Defines four binary types: Store (storage handle), StoreTable (table handle), TableDiff (structural diff), Version (version record).
Store Operations¶
| Verb | Signature | Description |
|---|---|---|
outputs | store(path String) Result<Store, Error>! | Create a new store at a directory path |
validates | store(path String) | True if store directory exists |
Table Operations¶
| Verb | Signature | Description |
|---|---|---|
inputs | table(store Store, name String) Result<StoreTable, Error>! | Load a table by name |
outputs | table(store Store, table StoreTable) Result<Unit, Error>! | Save a table with optimistic concurrency |
validates | table(store Store, name String) | True if table exists in store |
Diff and Patch¶
| Verb | Signature | Description |
|---|---|---|
transforms | diff(old StoreTable, new StoreTable) TableDiff | Compute structural diff between two tables |
transforms | patch(table StoreTable, diff TableDiff) StoreTable | Apply a diff to a table |
Merge¶
| Verb | Signature | Description |
|---|---|---|
transforms | merge(base StoreTable, local TableDiff, remote TableDiff) MergeResult | Three-way merge (conflicts reported) |
transforms | merge(base StoreTable, local TableDiff, remote TableDiff, resolver Verb<Conflict, Resolution>) MergeResult | Three-way merge with conflict resolver |
validates | merged(result MergeResult) | True if merge succeeded without conflicts |
reads | merged(result MergeResult) StoreTable | Get merged table from successful result |
reads | conflicts(result MergeResult) List<Conflict> | Get conflict list from conflicted result |
Additional types: Conflict (conflict details), Resolution (resolver decision), MergeResult (merge outcome).

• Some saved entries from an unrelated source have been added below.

import type { FoldContext } from '../../../utils/custody/fold'
import type { RowContext } from '../../../utils/custody/row'
import { NOTHING_SAID, type SaidByOthers } from '../../../utils/custody/saidByOthers'
import type { ViewContext } from '../../../utils/custody/view'
import type { RetestSettings } from '../../../utils/requalification/retestSettings'
import type { Access } from '../../../utils/access/roles'
import { CATALOGUE } from '../../../utils/refrigerant/allRefrigerants'
import { asListed } from '../../../utils/refrigerant/designation'
import { fillPolicyAt, retestAt, rulesInForceKey } from '../directory/datedRules'
import { namesOf, type Directory } from '../directory/directory'

/** What the fold takes from outside the log: the firm's rules, each as of its day. */
export function foldContext(from: Directory): FoldContext {
  return {
    catalogue: CATALOGUE,
    scales: from.scales,
    policyAt: at => fillPolicyAt(from.fillPolicies, at),
    retestAt: at => retestAt(from.retests, at),
    timeZone: from.timeZone,
    placeOfFirm: id => from.placeOfFirm.get(id) ?? null,
  }
}

/** What a view takes from outside the log: today, the firm's rules, and who is asking. */
export function viewContext(from: Directory, more: {
  nowMs: number
  access: Access | null
  saidByOthers?: SaidByOthers
  askedRefrigerant?: string | null
}): ViewContext {
  return {
    ...foldContext(from),
    nowMs: more.nowMs,
    policyNow: fillPolicyAt(from.fillPolicies, more.nowMs),
    retest: retestAt(from.retests, more.nowMs),
    askedRefrigerant: more.askedRefrigerant ? asListed(more.askedRefrigerant, CATALOGUE.refrigerants.keys()) : null,
    access: more.access,
    ...(more.saidByOthers ?? NOTHING_SAID),
    names: namesOf(from),
  }
}

/** A {@link RowContext}, and the name by which a row keeps the rules in it. */
export interface RuledRowContext extends RowContext {
  ruledBy: string
  retest: RetestSettings
}

/** What the cached columns take from outside the log: the rules in force, but not the day. */
export function rowContext(from: Directory, nowMs: number, saidByOthers: SaidByOthers = NOTHING_SAID): RuledRowContext {
  return {
    ruledBy: rulesInForceKey(from, nowMs),
    policyNow: fillPolicyAt(from.fillPolicies, nowMs),
    policyAt: at => fillPolicyAt(from.fillPolicies, at),
    catalogue: CATALOGUE,
    timeZone: from.timeZone,
    retest: retestAt(from.retests, nowMs),
    ...saidByOthers,
  }
}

The 3-arg merge detects conflicts and returns them. The 4-arg overload passes each conflict to a resolver callback typed as Verb<Conflict, Resolution>:
// Merge without resolver — conflicts returned in MergeResult
result as MergeResult = Store.merge(base, local_diff, remote_diff)
// Merge with lambda resolver — keep remote on all conflicts
result as MergeResult = Store.merge(base, local_diff, remote_diff, |c| KeepRemote)
Lookup Compilation¶
| Verb | Signature | Description |
|---|---|---|
outputs | lookup(store Store, name String) Result<Unit, Error>! | Compile a table to lookup format |
inputs | lookup(path String) Result<List<String>, Error>! | Load a compiled lookup |
Integrity and Versioning¶
| Verb | Signature | Description |
|---|---|---|
reads | integrity(table StoreTable) String | Compute integrity hash of a table |
outputs | rollback(store Store, name String, version Integer) Result<StoreTable, Error>! | Rollback to a previous version |
inputs | version(store Store, name String) Result<List<Version>, Error>! | List all versions of a table |
Store outputs store inputs table lookup validates store table transforms diff patch merge
Store reads integrity merged conflicts outputs rollback inputs version
Store validates merged types Store StoreTable Conflict Resolution MergeResult
inputs load_table(path String, name String) StoreTable!
from
db as Store = Store.store(path)!
Store.table(db, name)!
Store-Backed Lookup Types¶
A [Lookup] type with runtime instead of where is backed by a StoreTable. The type definition declares the column schema; data is populated at runtime. See Store-Backed Lookup for the type system details.
type Color:[Lookup] is String | Integer
runtime
Store outputs store inputs table validates store table
types Store StoreTable
main()!
from
db as Store = store("/tmp/demo")!
colors as Color = table(db, "colors")!
row as Color = Color(Red, "red", 0xFF0000)
add(colors, row)
color as Integer = colors:"red"
console(f"{color}")
The table() call returns a StoreTable which is transparently typed as Color. The column schema (String, Integer) is initialized from the type definition when the table is first loaded. Row construction Color(Red, "red", 0xFF0000) takes the variant name as first argument, followed by values matching each column type. The colors:"red" lookup resolves column indices at compile time.